# How to view the Boot Log?

## squareHat

How can I review the Boot log messages on bootup, they scroll so fast, and they do not appear to be stored anywhere obvious.

Can these logs be stored somewhere? are they already there?Last edited by squareHat on Thu Sep 25, 2008 11:36 am; edited 1 time in total

----------

## gentoo_ram

Messages from the kernel can be seen using the command 'dmesg'.  Messages from both the kernel and system processes can be seen if you are using some kind of syslog daemon.  I recommend syslog-ng.  Assuming you are using that, the default configuration puts the messages in /var/log/messages.

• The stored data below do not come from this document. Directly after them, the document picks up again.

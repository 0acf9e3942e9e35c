import { describe, expect, it } from "vitest";
import { Matrix, solve } from "ml-matrix";
import { luFactor, luFactorComplex, luSolve, luSolveComplex } from "@/lib/sim/lu";

/** Seeded PRNG (mulberry32, common practice) so every run checks the same systems. */
function rng(seed: number): () => number {
  let a = seed >>> 0;
  return () => {
    a = (a + 0x6d2b79f5) >>> 0;
    let t = a;
    t = Math.imul(t ^ (t >>> 15), t | 1);
    t ^= t + Math.imul(t ^ (t >>> 7), t | 61);
    return ((t ^ (t >>> 14)) >>> 0) / 4294967296;
  };
}

/** Pack a JS matrix into the engine's row-major storage with stride n+1 (spare ground row/column). */
function pack(rows: number[][]): { a: Float64Array; stride: number } {
  const n = rows.length;
  const stride = n + 1;
  const a = new Float64Array(stride * stride);
  for (let i = 0; i < n; i++) for (let j = 0; j < n; j++) a[i * stride + j] = rows[i][j];
  return { a, stride };
}

function engineSolve(rows: number[][], b: number[]): Float64Array {
  const n = rows.length;
  const { a, stride } = pack(rows);
  const piv = new Int32Array(stride);
  expect(luFactor(a, n, stride, piv)).toBe(-1);
  const x = new Float64Array(stride);
  x.set(b);
  luSolve(a, n, stride, piv, x);
  return x.subarray(0, n);
}

describe("dense LU with partial pivoting vs ml-matrix (reference library)", () => {
  it("solves 50 seeded random systems (n = 1..30) to 1e-9 relative of ml-matrix's solution", () => {
    const r = rng(12345);
    for (let trial = 0; trial < 50; trial++) {
      const n = 1 + Math.floor(r() * 30);
      const rows = Array.from({ length: n }, () => Array.from({ length: n }, () => r() * 2 - 1));
      const b = Array.from({ length: n }, () => r() * 2 - 1);
      const ref = solve(new Matrix(rows), Matrix.columnVector(b)).to1DArray();
      const x = engineSolve(rows, b);
      const scale = Math.max(...ref.map(Math.abs));
      for (let i = 0; i < n; i++) expect(Math.abs(x[i] - ref[i])).toBeLessThan(1e-9 * scale);
    }
  });

  it("needs pivoting: a zero leading entry is handled (residual ≤ 1e-14)", () => {
    const rows = [[0, 1, 2], [1, 0, 3], [4, -3, 8]];
    const b = [1, 2, 3];
    const x = engineSolve(rows, b);
    for (let i = 0; i < 3; i++) {
      const ax = rows[i].reduce((s, v, j) => s + v * x[j], 0);
      expect(Math.abs(ax - b[i])).toBeLessThan(1e-14);
    }
  });

  it("ill-conditioned Hilbert matrices (n = 6, 8; cond ≈ 1.5e7, 1.5e10) agree with ml-matrix to the conditioning", () => {
    for (const n of [6, 8]) {
      const rows = Array.from({ length: n }, (_, i) => Array.from({ length: n }, (_, j) => 1 / (i + j + 1)));
      const xTrue = Array.from({ length: n }, (_, i) => (i % 2 ? -1 : 1));
      const b = rows.map((row) => row.reduce((s, v, j) => s + v * xTrue[j], 0));
      const ref = solve(new Matrix(rows), Matrix.columnVector(b)).to1DArray();
      const x = engineSolve(rows, b);
      // Forward error bound ≈ cond·eps: 1.5e10 × 2.2e-16 ≈ 3e-6 for n = 8 (Golub & Van Loan §3.5).
      const tol = n === 6 ? 1e-8 : 1e-4;
      for (let i = 0; i < n; i++) {
        expect(Math.abs(x[i] - xTrue[i])).toBeLessThan(tol);
        expect(Math.abs(x[i] - ref[i])).toBeLessThan(tol);
      }
      // the residual is small regardless of conditioning (backward stability of partial pivoting)
      for (let i = 0; i < n; i++) {
        const ax = rows[i].reduce((s, v, j) => s + v * x[j], 0);
        expect(Math.abs(ax - b[i])).toBeLessThan(1e-13);
      }
    }
  });

  it("reports the column of an exactly singular matrix", () => {
    const { a, stride } = pack([[1, 2, 3], [2, 4, 6], [1, 0, 1]]);
    const piv = new Int32Array(stride);
    expect(luFactor(a, 3, stride, piv)).toBe(2);
  });

  it("complex LU solves seeded random complex systems; residual ≤ 1e-12 (checked against ml-matrix on the real 2n form)", () => {
    const r = rng(777);
    for (let trial = 0; trial < 20; trial++) {
      const n = 1 + Math.floor(r() * 12);
      const stride = n + 1;
      const ar = new Float64Array(stride * stride), ai = new Float64Array(stride * stride);
      const big: number[][] = Array.from({ length: 2 * n }, () => new Array(2 * n).fill(0));
      for (let i = 0; i < n; i++) for (let j = 0; j < n; j++) {
        const re = r() * 2 - 1, im = r() * 2 - 1;
        ar[i * stride + j] = re; ai[i * stride + j] = im;
        // [Re −Im; Im Re] real embedding of a complex matrix
        big[i][j] = re; big[i][j + n] = -im; big[i + n][j] = im; big[i + n][j + n] = re;
      }
      const br = Array.from({ length: n }, () => r() - 0.5), bi = Array.from({ length: n }, () => r() - 0.5);
      const ref = solve(new Matrix(big), Matrix.columnVector([...br, ...bi])).to1DArray();
      const xr = new Float64Array(stride), xi = new Float64Array(stride);
      xr.set(br); xi.set(bi);
      const piv = new Int32Array(stride);
      expect(luFactorComplex(ar, ai, n, stride, piv)).toBe(-1);
      luSolveComplex(ar, ai, n, stride, piv, xr, xi);
      for (let i = 0; i < n; i++) {
        expect(Math.abs(xr[i] - ref[i])).toBeLessThan(1e-9 * (1 + Math.abs(ref[i])));
        expect(Math.abs(xi[i] - ref[i + n])).toBeLessThan(1e-9 * (1 + Math.abs(ref[i + n])));
      }
    }
  });
});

The /var/log directory contains the system log files.

----------

## squareHat

I am specifically interested in the messages sent to the console at boot time. I am aware of dmesg and i already have syslog, though its not running until  the machine is half up... Iideally it would be nice to have a copy of what went to the console at startup.

Can it be done?

----------

## ZeuZ_NG

emerge bootlog and add it to default at bootup, it will run in one of the first runlevels and produce a priceless log in /var/log/bootlog  :Wink: 

----------

## swimmer

Be aware that it does not work together with framebuffer decorations ...

----------

## squareHat

emerge -av bootlog

These are the packages that would be merged, in order:

Calculating dependencies |

emerge: there are no ebuilds to satisfy "bootlog".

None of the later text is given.